WHY LIQUIDATION MIGHT NOT BE A SIGN OF COMPANY FAILURE
Many factors can contribute to tough financial times for a business, including a struggling economy, hostile takeover, natural disaster, or illegal activity such as theft or frauds. When a business encounters this type of financial turmoil, it may be forced to claim bankruptcy and liquidate some of its assets (including property, furniture computers, etc.) in order to regain some of the investment. The liquidation value is the approximate amount a business can expect to get back when this type of sale takes place.
Usually, this is less than the retail value (sometimes as much as 20 per cent less) as well as the book value (which is the actual amount paid for the assets). The reason for this decrease in value is that liabilities are subtracted from the assets in order to determine the liquidation value of the business. The liquidation value is usually determined by a qualified professional appraiser, who will provide an estimate so that the company can decide if it actually wants to go through with the process.
Another factor that can influence liquidation values is the state of the market at the time of liquidation. When a firm in financial distress needs to sell assets, its industry peers are likely to be experiencing problems themselves, leading to asset sales at prices below value in best use. Such liquidity makes assets cheap in bad times.
There are two types of liquidation values, depending on the urgency of the situation. Orderly liquidation value applies to a business that can afford to take its time to field offers from a multitude of bidders in order to get the best price for its assets. Often, in these cases, the business can sell items individually instead of selling the whole collection of assets at one time.
Distress liquidation values come into play when a business is desperate to liquidate its assets. Usually, these assets are sold all at once and often to firms or dealers who specialize in purchasing liquidated items.
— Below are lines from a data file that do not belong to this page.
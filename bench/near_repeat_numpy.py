"""The near-repeat table with scipy + numpy, side by side with ours.

Run from the repository root (the Rust example writes the events and its
timings first):
    cargo run --release --example bench_near_repeat -- export
    python3 bench/near_repeat_numpy.py [n_perm]

A plain implementation of the same computation with general-purpose
libraries: scipy.spatial.cKDTree.query_pairs lists every pair within the
largest distance once (as an array), numpy gives each its distance band; a
permutation of the times (numpy's generator) re-bins only the time gaps of
those pairs (np.bincount over distance band × time band). Same bands as ours:
"same location" (d = 0), (0, 100], ..., (900, 1000] m; [0, 7], ..., (63, 70]
days, each band including its upper end.

Checked: the observed table equals ours. Timed (wall seconds, one thread each;
the machine may be shared): finding the pairs, and the permutations (999 by
default; fewer with the argument, then scaled to 999), against ours.
"""
import json
import sys
import time

import numpy as np
from scipy.spatial import cKDTree

m = int(sys.argv[1]) if len(sys.argv) > 1 else 999
pts = np.loadtxt("target/bench-data/near-repeat-20000.csv", delimiter=",", skiprows=1)
ours = json.load(open("target/bench-data/near-repeat-20000.json"))
xy, t = pts[:, :2], pts[:, 2]
bw, dmax, tw, tmax = ours["band_m"], ours["max_distance_m"], ours["band_days"], ours["max_days"]
space_edges = np.arange(1, int(round(dmax / bw)) + 1) * bw
time_edges = np.arange(1, int(round(tmax / tw)) + 1) * tw
ns, nt = len(space_edges) + 1, len(time_edges)

t0 = time.perf_counter()
pairs = cKDTree(xy).query_pairs(dmax, output_type="ndarray")
i, j = pairs[:, 0], pairs[:, 1]
dx = xy[j, 0] - xy[i, 0]
dy = xy[j, 1] - xy[i, 1]
d = np.sqrt(dx * dx + dy * dy)
keep = d <= dmax
i, j, d = i[keep], j[keep], d[keep]
sb = np.searchsorted(space_edges, d, side="left") + 1
sb[d == 0] = 0
setup = time.perf_counter() - t0


def table(tt):
    g = np.abs(tt[i] - tt[j])
    tb = np.searchsorted(time_edges, g, side="left")
    ok = tb < nt
    return np.bincount(sb[ok] * nt + tb[ok], minlength=ns * nt)


obs = table(t)
assert obs.tolist() == ours["observed"], "observed table differs from ours"
rng = np.random.default_rng(1)
ge = np.zeros(ns * nt, dtype=int)
t1 = time.perf_counter()
for _ in range(m):
    ge += table(rng.permutation(t)) >= obs
perm = (time.perf_counter() - t1) * 999 / m
print(json.dumps({
    "bench": "near_repeat_numpy", "events": len(t), "close_pairs": int(len(i)),
    "numpy_setup_s": round(setup, 3), "numpy_999_perm_s": round(perm, 3),
    "ours_setup_s": round(ours["setup_s"], 3), "ours_one_thread_s": round(ours["one_thread_s"], 3),
    "ours_all_threads_s": round(ours["all_threads_s"], 3), "threads": ours["threads"],
    "ratio_numpy_over_ours_one_thread": round(perm / ours["one_thread_s"], 2),
    "observed_tables_equal": True,
}))
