// The near-repeat table and the Knox test in headless Chromium, through the
// page and its worker: Cloister.runJob (nearRepeatStart / Step / Finish and
// knoxStart / ...) timed as the Run buttons use it, spread over helper
// workers and on one worker, side by side, and the two results compared.
// Data: invented, seeded: 20,000 events over 20 km × 20 km and one year
// (70 % uniform, the rest in chains of near repeats within 150 m and 14
// days), dates as whole days; the table has "same location" + 10 distance
// bands of 100 m × 10 time bands of 7 days. Knox: the first 5,000 of a second
// such set, 100 m and 7 days. Usage: node bench/near-repeat-browser.mjs
// [n_perm] [repeats]. Prints one JSON line per run. Never run from the tests.
import { launch, openPage, act } from '../tests/e2e/helpers.mjs';

const nPerm = Number(process.argv[2]) || 999;
const repeats = Number(process.argv[3]) || 1;

function eventsCsv(n, seed) {
  let s = seed;
  const rnd = () => { s = (Math.imul(s, 1103515245) + 12345) >>> 0; return s / 2 ** 32; };
  const day0 = Date.UTC(2025, 0, 1);
  const rows = [];
  const bg = Math.floor(n * 0.7);
  for (let i = 0; i < bg; i++) rows.push([rnd() * 20000, rnd() * 20000, rnd() * 365]);
  while (rows.length < n) {
    const [x0, y0, t0] = rows[Math.floor(rnd() * bg)];
    for (let k = 0; k < 4 && rows.length < n; k++) {
      const a = rnd() * 2 * Math.PI;
      const r = rnd() * 150;
      rows.push([x0 + r * Math.cos(a), y0 + r * Math.sin(a), Math.min(364, t0 + rnd() * 14)]);
    }
  }
  const date = (d) => new Date(day0 + Math.floor(d) * 86400000).toISOString().slice(0, 10);
  return Buffer.from(['x,y,date', ...rows.map(([x, y, t]) => `${x.toFixed(1)},${y.toFixed(1)},${date(t)}`)].join('\n'));
}

const browser = await launch();
try {
  const { page } = await openPage(browser);
  for (const [method, n, seed, params] of [
    ['nearRepeat', 20000, 2026, { band_m: 100, max_distance_m: 1000, band_days: 7, max_days: 70, same_location: true, n_perm: nPerm, seed: 1 }],
    ['knox', 5000, 7, { distance_m: 100, days: 7, n_perm: nPerm, seed: 1 }],
  ]) {
    await act(page, () => page.setInputFiles('#events-file', { name: `events-${n}.csv`, mimeType: 'text/csv', buffer: eventsCsv(n, seed) }));
    let base = null;
    for (let r = 0; r < repeats; r++) {
      for (const parallel of [false, true]) {
        const got = await page.evaluate(async ({ method, params, parallel }) => {
          const spec = { start: `${method}Start`, step: `${method}Step`, finish: `${method}Finish`, params };
          if (parallel) spec.parallel = { share: `${method}Share`, helperStart: `${method}HelperStart`, simulate: `${method}Simulate`, add: `${method}Add` };
          let workers = 1;
          const t0 = performance.now();
          const res = await window.Cloister.runJob(spec, (p) => { workers = Math.max(workers, p.workers || 1); }).promise;
          return { ms: performance.now() - t0, workers, cores: navigator.hardwareConcurrency, events: res.n_events, json: JSON.stringify(res) };
        }, { method, params, parallel });
        base ??= got.json;
        console.log(JSON.stringify({ method, events: got.events, n_perm: nPerm, parallel, workers: got.workers, cores: got.cores, seconds: +(got.ms / 1000).toFixed(2), same_as_first: got.json === base }));
      }
    }
  }
} finally {
  await browser.close();
}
Distress liquidation values are always lower than ordinary liquidation values and in some instances drastically lower.
It should be noted that liquidations are not necessary a sign of business failure. While much liquidation occurs during poor financial times, others do not. Often a business may be forced to liquidate some of their assets in an effort to keep up with changes in the marketplace. For example, new products or technologies can come out that make older ones obsolete and therefore force a business to buy the new products in an effort to keep up. Some experts contend that some form of liquidation is taking place even amongst most successful companies. If these trends are closely monitored and quickly dealt with, a company should be able to stay ahead of the game and avoid any negative financial repercussions.
Types of Liquidation
While there are two main types of liquidation values, there are three main categories for the liquidations themselves. Foreclosure liquidation takes place when a creditor gets a court order to take possession of a company’s assets. An agent is usually appointed by the creditor to tend to this type of liquidation.
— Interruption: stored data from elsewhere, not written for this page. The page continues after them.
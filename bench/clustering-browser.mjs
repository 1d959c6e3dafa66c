// Envelope benchmark in headless Chromium, through the page and its worker:
// a generated CSV of CSR points is read with the events file input, then
// Cloister.runJob (envelopeStart / envelopeStep / envelopeFinish) is timed in
// the page, as the Run button uses it. Also timed: how long a Cancel takes to
// stop a long run (click to rejection).
// Target A: K and L, isotropic correction, n = 10,000 CSR points in a
// 1000 m square, 199 simulations, 50 distance steps. Target: under 15 s.
// Usage: node bench/clustering-browser.mjs [n] [n_sim] [functions...]
//   e.g. node bench/clustering-browser.mjs 10000 199 k l
//   add "demo" as a function to also time L on the demo (1,500 events, town
//   boundary polygon).
// Prints one JSON line per run. Never run from the tests.
import { writeFileSync, mkdtempSync } from 'node:fs';
import { tmpdir } from 'node:os';
import { join } from 'node:path';
import { launch, openPage, loadDemo } from '../tests/e2e/helpers.mjs';

function makeCsv(n, seed) {
  let s = BigInt(seed);
  const next = () => {
    s = (s * 6364136223846793005n + 1442695040888963407n) & 0xffffffffffffffffn;
    return Number(s >> 11n) / 2 ** 53;
  };
  const parts = ['id,x,y\n'];
  for (let i = 0; i < n; i++) parts.push(`${i},${(1000 * next()).toFixed(3)},${(1000 * next()).toFixed(3)}\n`);
  return parts.join('');
}

// Large patterns: `node bench/clustering-browser.mjs large [n] [n_sim]`
// (default 100000 199): CSR events in an invented polygon with a hole
// (1000 m square with a corner cut, triangular hole), loaded as a boundary
// file; L envelope, translation correction, r up to 250 m (a quarter of the
// shorter side), pairs counted on the fine grid, helper workers as the page
// uses them (target under 60 s). Then, at 10,000 events: the observed L of
// every pair against the grid's (largest relative error from 20 cells on,
// same settings), and 199-simulation runs both ways, timed side by side.
const OUTER = [[0, 0], [1000, 0], [1000, 700], [600, 1000], [0, 1000]];
const HOLE = [[400, 400], [550, 400], [500, 600]];
function inRing(x, y, ring) {
  let inside = false;
  for (let i = 0, j = ring.length - 1; i < ring.length; j = i++) {
    const [xi, yi] = ring[i];
    const [xj, yj] = ring[j];
    if ((yi > y) !== (yj > y) && x < ((xj - xi) * (y - yi)) / (yj - yi) + xi) inside = !inside;
  }
  return inside;
}
function makeHoleCsv(n, seed) {
  let s = BigInt(seed);
  const next = () => {
    s = (s * 6364136223846793005n + 1442695040888963407n) & 0xffffffffffffffffn;
    return Number(s >> 11n) / 2 ** 53;
  };
  const parts = ['id,x,y\n'];
  for (let i = 0; i < n;) {
    const x = 1000 * next();
    const y = 1000 * next();
    if (inRing(x, y, OUTER) && !inRing(x, y, HOLE)) parts.push(`${i++},${x.toFixed(3)},${y.toFixed(3)}\n`);
  }
  return parts.join('');
}

async function loadHole(browser, n) {
  const { page } = await openPage(browser);
  const ring = (r) => [...r, r[0]];
  const area = { type: 'Polygon', coordinates: [ring(OUTER), ring(HOLE)] };
  await page.setInputFiles('#area-file', { name: 'hole.geojson', mimeType: 'application/geo+json', buffer: Buffer.from(JSON.stringify(area)) });
  await page.waitForFunction(() => document.body.dataset.busy === '0', null, { timeout: 120000 });
  await page.setInputFiles('#events-file', { name: `hole-${n}.csv`, mimeType: 'text/csv', buffer: Buffer.from(makeHoleCsv(n, 42)) });
  const want = `hole-${n}.csv: ${n.toLocaleString('en-US')} of`;
  await page.waitForFunction((w) => document.getElementById('status').textContent.includes(w), want, { timeout: 300000 });
  await page.waitForFunction(() => document.body.dataset.busy === '0', null, { timeout: 120000 });
  return page;
}

/** One run without helpers, returning the result (for the observed curves). */
async function observed(page, params) {
  return page.evaluate(async (params) => {
    const res = await window.Cloister.runJob({ start: 'envelopeStart', step: 'envelopeStep', finish: 'envelopeFinish', params }, () => {}).promise;
    return { r: res.r, observed: res.observed, cell_m: res.cell_m, estimator: res.estimator };
  }, params);
}

if (process.argv[2] === 'large') {
  const nLarge = Number(process.argv[3]) || 100000;
  const sims = Number(process.argv[4]) || 199;
  const browser = await launch();
  try {
    const base = { function: 'l', correction: 'translation', r_max_m: 250, n_steps: 50, seed: 7 };
    const page = await loadHole(browser, nLarge);
    const big = await timeJob(page, { ...base, n_sim: sims, estimator: 'binned' });
    console.log(JSON.stringify({ where: 'chromium page (worker + helpers)', what: 'L envelope on a fine grid', window: 'polygon with a hole, 1000 m', estimator: 'binned', ...big, target_s: 60 }));
    const small = await loadHole(browser, 10000);
    const a = await observed(small, { ...base, n_sim: 1, estimator: 'exact' });
    const b = await observed(small, { ...base, n_sim: 1, estimator: 'binned' });
    let worst = 0;
    for (let i = 1; i < a.r.length; i++) {
      if (a.r[i] >= 20 * b.cell_m) worst = Math.max(worst, Math.abs(b.observed[i] - a.observed[i]) / a.observed[i]);
    }
    console.log(JSON.stringify({ where: 'chromium page', what: 'observed L, grid against every pair, 10,000 events', cell_m: b.cell_m, from_m: 20 * b.cell_m, max_relative_error: worst }));
    const exact = await timeJob(small, { ...base, n_sim: sims, estimator: 'exact' });
    const grid = await timeJob(small, { ...base, n_sim: sims, estimator: 'binned' });
    console.log(JSON.stringify({ where: 'chromium page (worker + helpers)', what: `L envelope, 10,000 events, ${sims} simulations`, exact_s: exact.seconds, binned_s: grid.seconds, ratio_exact_over_binned: exact.seconds / grid.seconds }));
  } finally {
    await browser.close();
  }
  process.exit(0);
}

const args = process.argv.slice(2);
const n = Number(args[0]) || 10000;
const nSim = Number(args[1]) || 199;
const functions = args.slice(2).length ? args.slice(2) : ['k', 'l'];

/** Times one job in the page; returns seconds and what the engine reported. */
async function timeJob(page, params) {
  return page.evaluate(async (params) => {
    const t0 = performance.now();
    let first = null;
    const job = window.Cloister.runJob({ start: 'envelopeStart', step: 'envelopeStep', finish: 'envelopeFinish', params, parallel: { share: 'envelopeShare', helperStart: 'envelopeHelperStart', simulate: 'envelopeSimulate', add: 'envelopeAdd' } }, (p) => {
      if (first === null && p.done > 0) first = performance.now() - t0;
    });
    const res = await job.promise;
    return { seconds: (performance.now() - t0) / 1000, first_batch_s: first / 1000, n: res.n, n_sim: res.n_sim, distances: res.r.length, r_max_m: res.r[res.r.length - 1], outcome: res.verdict.outcome };
  }, params);
}

/** Starts a long run, cancels after the first progress report, times the stop. */
async function timeCancel(page, params) {
  return page.evaluate(async (params) => {
    let cancelAt = null;
    let job = null;
    const firstProgress = new Promise((resolve) => {
      job = window.Cloister.runJob({ start: 'envelopeStart', step: 'envelopeStep', finish: 'envelopeFinish', params, parallel: { share: 'envelopeShare', helperStart: 'envelopeHelperStart', simulate: 'envelopeSimulate', add: 'envelopeAdd' } }, (p) => { if (p.done > 0) resolve(); });
    });
    await firstProgress;
    await new Promise((r) => setTimeout(r, 300));
    cancelAt = performance.now();
    job.cancel();
    try { await job.promise; return { stopped: false }; } catch (e) { return { stopped: e.code === 'cancelled', cancel_to_stop_s: (performance.now() - cancelAt) / 1000 }; }
  }, params);
}

const dir = mkdtempSync(join(tmpdir(), 'cloister-bench-'));
const path = join(dir, `csr-${n}.csv`);
writeFileSync(path, makeCsv(n, 42));
const browser = await launch();
try {
  const { page } = await openPage(browser);
  const want = `csr-${n}.csv: ${n.toLocaleString('en-US')} of`;
  await page.setInputFiles('#events-file', path);
  await page.waitForFunction((w) => document.getElementById('status').textContent.includes(w), want, { timeout: 300000 });
  // The square itself: a rectangle around the points (the points fill it).
  await page.click('#area-mode-box');
  await page.waitForFunction(() => document.body.dataset.busy === '0', null, { timeout: 120000 });
  for (const f of functions.filter((f) => f !== 'demo')) {
    const r = await timeJob(page, { function: f, correction: 'isotropic', n_sim: nSim, seed: 7, n_steps: 50 });
    console.log(JSON.stringify({ where: 'chromium page (worker)', target: 'A', window: 'rectangle around CSR points in a 1000 m square', function: f, correction: 'isotropic', ...r, target_s: 15 }));
  }
  const c = await timeCancel(page, { function: 'l', correction: 'isotropic', n_sim: 9999, seed: 8 });
  console.log(JSON.stringify({ where: 'chromium page (worker)', what: 'cancel a 9999-simulation run', n, ...c }));
  if (functions.includes('demo')) {
    const { page: p2 } = await openPage(browser);
    await loadDemo(p2);
    const r = await timeJob(p2, { function: 'l', n_sim: nSim, seed: 7 });
    console.log(JSON.stringify({ where: 'chromium page (worker)', window: 'demo town boundary (polygon)', function: 'l', correction: 'isotropic', ...r }));
    const c2 = await timeCancel(p2, { function: 'l', n_sim: 9999, seed: 8 });
    console.log(JSON.stringify({ where: 'chromium page (worker)', what: 'cancel a 9999-simulation run (demo)', ...c2 }));
  }
} finally {
  await browser.close();
}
A voluntary (or orderly) liquidation occurs when the business agrees to sign over possession of its assets and cooperates with its lender (or lenders) in an amicable fashion. During this type of situation, the debtor and lender work together to see that the liquidation goes smoothly.
Unfortunately, some liquidations fall under the category of hostile. This situation takes place when the business in question fails to cooperate with its lender. Many times the debtor will refuse to provide necessary information and act in an unprofessional manner in an effort to sabotage the liquidation. These situations tend to get ugly and often lead to further legal proceedings. Despite these differences, the only way any type of liquidation can be considered successful is if outstanding debts are settled between the business and the lender.
When a company decides to go into liquidation, it either does so immediately or opts to proceed with the process over an extended period of time. A cease and desist liquidation is one that takes place rather quickly. Once it is determined that this is the route that will be taken, the business stops operating and debtors are immediately contacted to begin the liquidation proceedings.
In this type of situation, it is usually understood that the business and the lender are ending their relationship and both parties move so quickly to tie up loose ends and avoid dragging the situation out. During a winding down liquidation, the business continues to operate while working with the lender to find buyers willing to give them good value for their assets.
Alternative liquidation
Instead of going into formal liquidation proceedings, a business may want to explore other avenues of liquidating their assets. The can opt to sell items such as vehicles, computers, furniture, or remaining inventory themselves through auctions or by simply placing ads in appropriate publications. A company can also contact their competitors directly to see if there is any interest in buying them out or participating in bulk sale. Both parties stand to benefit when a company sells out to a competitor.
There is an intrinsic value to a competitor to purchase the goodwill and customer list of a company liquidating. Once verification of the sales volume and gross margins is established, a competitor can be induced to purchase the intangible assets. The bank benefits by receiving the value paid for the goodwill and trademark. It is also easier for the outside party to collect receivables from customers that are being serviced by a new company with the blessing and cooperation of the liquidating debtor.